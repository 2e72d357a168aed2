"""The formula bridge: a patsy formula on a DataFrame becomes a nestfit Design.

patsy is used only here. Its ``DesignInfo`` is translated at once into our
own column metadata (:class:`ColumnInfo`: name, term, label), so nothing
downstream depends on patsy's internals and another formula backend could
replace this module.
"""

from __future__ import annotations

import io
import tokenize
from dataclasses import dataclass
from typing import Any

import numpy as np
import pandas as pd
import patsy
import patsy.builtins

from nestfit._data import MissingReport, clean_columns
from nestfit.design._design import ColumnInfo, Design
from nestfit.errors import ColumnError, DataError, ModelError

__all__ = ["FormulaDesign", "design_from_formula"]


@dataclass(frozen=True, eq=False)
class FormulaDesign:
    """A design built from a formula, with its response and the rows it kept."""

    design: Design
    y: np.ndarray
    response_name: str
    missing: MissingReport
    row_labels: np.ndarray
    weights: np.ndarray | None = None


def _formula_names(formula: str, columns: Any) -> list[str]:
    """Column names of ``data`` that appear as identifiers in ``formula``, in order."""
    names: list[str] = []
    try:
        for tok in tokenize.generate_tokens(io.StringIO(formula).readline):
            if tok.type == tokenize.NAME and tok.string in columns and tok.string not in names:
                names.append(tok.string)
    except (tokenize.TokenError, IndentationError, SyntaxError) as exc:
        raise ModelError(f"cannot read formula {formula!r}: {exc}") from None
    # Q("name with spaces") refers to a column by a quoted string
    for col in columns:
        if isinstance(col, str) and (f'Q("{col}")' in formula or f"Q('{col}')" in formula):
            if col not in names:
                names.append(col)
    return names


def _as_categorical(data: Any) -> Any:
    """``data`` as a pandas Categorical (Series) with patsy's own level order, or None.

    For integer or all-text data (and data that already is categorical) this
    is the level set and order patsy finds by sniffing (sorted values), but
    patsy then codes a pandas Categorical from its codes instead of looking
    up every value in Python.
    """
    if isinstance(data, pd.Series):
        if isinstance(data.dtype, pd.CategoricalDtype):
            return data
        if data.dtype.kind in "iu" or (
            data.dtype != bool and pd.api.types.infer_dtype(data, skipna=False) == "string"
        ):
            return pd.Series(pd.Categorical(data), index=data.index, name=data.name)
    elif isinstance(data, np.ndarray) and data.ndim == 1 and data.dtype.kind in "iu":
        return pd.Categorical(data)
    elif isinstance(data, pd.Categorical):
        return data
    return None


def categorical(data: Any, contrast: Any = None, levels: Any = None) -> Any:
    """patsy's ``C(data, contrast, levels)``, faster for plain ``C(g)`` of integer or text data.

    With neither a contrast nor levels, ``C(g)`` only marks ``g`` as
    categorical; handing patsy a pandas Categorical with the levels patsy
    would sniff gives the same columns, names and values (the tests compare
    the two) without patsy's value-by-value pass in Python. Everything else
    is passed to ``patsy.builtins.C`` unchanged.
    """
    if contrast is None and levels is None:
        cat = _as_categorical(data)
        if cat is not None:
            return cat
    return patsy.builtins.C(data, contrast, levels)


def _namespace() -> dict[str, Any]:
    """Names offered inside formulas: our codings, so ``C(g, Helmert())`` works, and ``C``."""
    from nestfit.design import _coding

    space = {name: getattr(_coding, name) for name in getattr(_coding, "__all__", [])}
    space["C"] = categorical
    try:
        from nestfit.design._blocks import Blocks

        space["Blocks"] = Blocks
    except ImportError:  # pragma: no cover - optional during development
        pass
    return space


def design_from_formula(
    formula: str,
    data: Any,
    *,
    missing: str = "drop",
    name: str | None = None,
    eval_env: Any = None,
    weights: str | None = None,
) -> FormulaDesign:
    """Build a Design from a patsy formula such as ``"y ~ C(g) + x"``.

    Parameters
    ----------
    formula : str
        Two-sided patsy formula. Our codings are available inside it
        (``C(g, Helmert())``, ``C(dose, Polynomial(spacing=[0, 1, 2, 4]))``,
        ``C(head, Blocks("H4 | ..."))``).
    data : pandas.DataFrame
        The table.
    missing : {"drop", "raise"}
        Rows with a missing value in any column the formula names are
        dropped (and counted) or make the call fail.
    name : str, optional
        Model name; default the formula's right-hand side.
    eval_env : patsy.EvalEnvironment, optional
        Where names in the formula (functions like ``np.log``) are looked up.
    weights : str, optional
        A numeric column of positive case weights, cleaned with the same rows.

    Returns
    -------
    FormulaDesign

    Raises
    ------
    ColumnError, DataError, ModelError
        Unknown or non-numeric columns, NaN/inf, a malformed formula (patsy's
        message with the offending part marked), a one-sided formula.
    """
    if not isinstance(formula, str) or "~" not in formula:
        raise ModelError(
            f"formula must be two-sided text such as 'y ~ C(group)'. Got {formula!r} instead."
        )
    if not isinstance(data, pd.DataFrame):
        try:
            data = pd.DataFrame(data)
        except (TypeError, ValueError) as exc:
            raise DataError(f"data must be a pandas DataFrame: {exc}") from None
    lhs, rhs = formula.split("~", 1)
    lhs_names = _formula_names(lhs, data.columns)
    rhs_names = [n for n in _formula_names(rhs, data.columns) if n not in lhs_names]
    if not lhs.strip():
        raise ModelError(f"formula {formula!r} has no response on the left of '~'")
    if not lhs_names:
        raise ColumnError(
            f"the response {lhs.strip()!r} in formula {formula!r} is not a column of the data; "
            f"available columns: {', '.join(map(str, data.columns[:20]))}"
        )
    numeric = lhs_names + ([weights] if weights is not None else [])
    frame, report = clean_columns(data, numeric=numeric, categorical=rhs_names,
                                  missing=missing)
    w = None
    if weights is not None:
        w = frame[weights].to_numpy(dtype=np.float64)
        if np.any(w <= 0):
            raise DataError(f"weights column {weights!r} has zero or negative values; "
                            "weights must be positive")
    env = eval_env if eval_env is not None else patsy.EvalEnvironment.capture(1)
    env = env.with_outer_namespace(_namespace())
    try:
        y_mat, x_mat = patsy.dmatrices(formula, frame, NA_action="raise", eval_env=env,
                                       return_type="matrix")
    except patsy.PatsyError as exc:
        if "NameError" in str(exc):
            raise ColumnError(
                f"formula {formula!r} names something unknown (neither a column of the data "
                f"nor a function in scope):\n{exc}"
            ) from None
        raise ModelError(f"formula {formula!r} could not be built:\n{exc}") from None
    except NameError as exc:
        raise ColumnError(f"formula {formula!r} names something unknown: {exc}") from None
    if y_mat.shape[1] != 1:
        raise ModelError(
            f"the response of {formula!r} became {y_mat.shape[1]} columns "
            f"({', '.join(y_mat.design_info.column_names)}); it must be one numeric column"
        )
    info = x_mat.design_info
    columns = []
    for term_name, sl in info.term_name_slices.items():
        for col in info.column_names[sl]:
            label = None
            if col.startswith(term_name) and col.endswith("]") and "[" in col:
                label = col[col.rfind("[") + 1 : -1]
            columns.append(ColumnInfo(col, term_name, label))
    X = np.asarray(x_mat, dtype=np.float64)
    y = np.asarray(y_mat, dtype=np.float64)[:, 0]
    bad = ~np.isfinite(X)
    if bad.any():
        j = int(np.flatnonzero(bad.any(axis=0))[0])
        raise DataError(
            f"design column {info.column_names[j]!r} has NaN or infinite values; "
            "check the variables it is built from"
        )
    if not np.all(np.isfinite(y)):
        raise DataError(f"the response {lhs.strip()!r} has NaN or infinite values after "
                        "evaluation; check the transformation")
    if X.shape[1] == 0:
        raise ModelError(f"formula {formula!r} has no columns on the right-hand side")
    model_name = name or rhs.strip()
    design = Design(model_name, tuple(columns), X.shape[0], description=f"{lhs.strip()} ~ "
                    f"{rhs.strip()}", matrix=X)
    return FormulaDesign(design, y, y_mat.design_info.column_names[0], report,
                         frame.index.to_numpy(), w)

WORK ORDER: Each line above where the word "text" occurs should be returned in full.

RESULT BELOW:
    For integer or all-text data (and data that already is categorical) this
    """patsy's ``C(data, contrast, levels)``, faster for plain ``C(g)`` of integer or text data.
            f"formula must be two-sided text such as 'y ~ C(group)'. Got {formula!r} instead."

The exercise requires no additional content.